:: PROBLEM STATEMENT ::
Taking each line of the material in turn, count those with the string "geometric" and answer with the count alone.
>>
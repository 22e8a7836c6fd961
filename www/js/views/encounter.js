// Two-body encounter view (gravity or electromagnetism). The JS only assembles the request
// from the inputs and lays out the core's EncounterResult: every number comes from the core
// (wasm `evaluate`, `figure`, `encounter_nr`) and carries its source on hover/focus.
// No physics here: the only arithmetic is the display conversion of angles (viewkit.angle).
import { el, fmt, exact, download, csv } from '../util.js';
import { controls, perFrame, select, num, splitQ, ensureOption, badge, numCell, table, showFieldErrors, flagTable as flagsTable, cautionItems } from '../controls.js';
import { plotCard } from '../plot.js';
import { ANGLE_UNITS, angle, angleLabel } from '../viewkit.js';

const ID = 'encounter';
const MASS_UNITS = [['Msun', 'M☉'], ['kg', 'kg'], ['', 'geometric']];
const SPEED_UNITS = [['gamma', 'γ (Lorentz factor)'], ['c', 'fraction of c'], ['km/s', 'km/s']];
const ORBIT_UNITS = [['', 'b in GM/c²'], ['km', 'b in km'], ['au', 'b in au'], ['j', 'j = J/(G m₁m₂)']];
const CHARGE_UNITS = [['', 'geometric (√G M)'], ['e', 'e'], ['C', 'C'], ['statC', 'statC']];
const { field, input } = controls(ID);

// Order label (core OrderRow.order) → key of the result's `sources` map.
const ORDER_SOURCE = {
  '1PM': '1pm', '2PM': '2pm', '3PM conservative': '3pm_conservative', '3PM radiation reaction': '3pm',
  '1PL': '1pl', '2PL': '2pl', '3PL conservative (test charge)': '3pl_conservative', '3PL radiation reaction': '3pl',
};
// Which regime flags speak for which row of the angle table.
const ORDER_FLAGS = {
  '1PM': ['pm_parameter', 'capture_proximity'], '2PM': ['pm_parameter', 'capture_proximity'],
  '3PM conservative': ['pm_parameter', 'pm_truncation', 'capture_proximity', 'high_energy'],
  '3PM radiation reaction': ['pm_parameter', 'pm_truncation', 'capture_proximity'],
  '1PL': ['pl_parameter'], '2PL': ['pl_parameter'], '3PL conservative (test charge)': ['pl_parameter', 'three_pl_two_body'],
  '3PL radiation reaction': ['pl_parameter'],
};
const FLAG_NAME = {
  pm_parameter: 'PM parameter GM/(b v²)', capture_proximity: 'capture proximity j/j_c', velocity_regime: 'velocity v/c',
  high_energy: 'energy γ', pm_truncation: '3PM share of χ', strong_field_estimate: 'strong-field estimate',
  pl_parameter: 'PL parameter |κ|/p∞', fall_to_centre: 'fall to centre κ', three_pl_two_body: 'two-body 3PL ν',
  dipole_nonrelativistic: 'dipole E_rad v/c', classical_sommerfeld: 'Sommerfeld parameter', classical_compton: 'Compton λ/b', units: 'units',
};
const SHORT = {
  pm_parameter: 'GM/(bv²)', pm_truncation: 'truncation', capture_proximity: 'near capture', high_energy: 'high γ',
  velocity_regime: 'v', strong_field_estimate: 'estimate', pl_parameter: '|κ|/p∞', three_pl_two_body: 'ν part', fall_to_centre: 'fall',
};
const KIN_SRC = 'definition, encounter sheet §0 (core encounter::kinematics): γ = u₁·u₂, p∞ = √(γ²−1), ν = m₁m₂/M², Γ = E/M = √(1 + 2ν(γ−1)), p = ν M p∞/Γ, J = p b, j = J/(G m₁m₂)';
const PHYS_SRC = 'core unit conversion with CODATA 2018 G, c, ħ and IAU 2015 M☉, IAU 2012 au';
const NR_CONV_SRC = 'core encounter::nr: γ = 1 + (Γ² − 1)/(2ν) with Γ = E/M, j = (J/(G M²))/ν (encounter sheet §0); ADM values of initial data used as asymptotic ones is an approximation (sheet pitfall 9)';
<<
:: ANSWER SPACE ::
2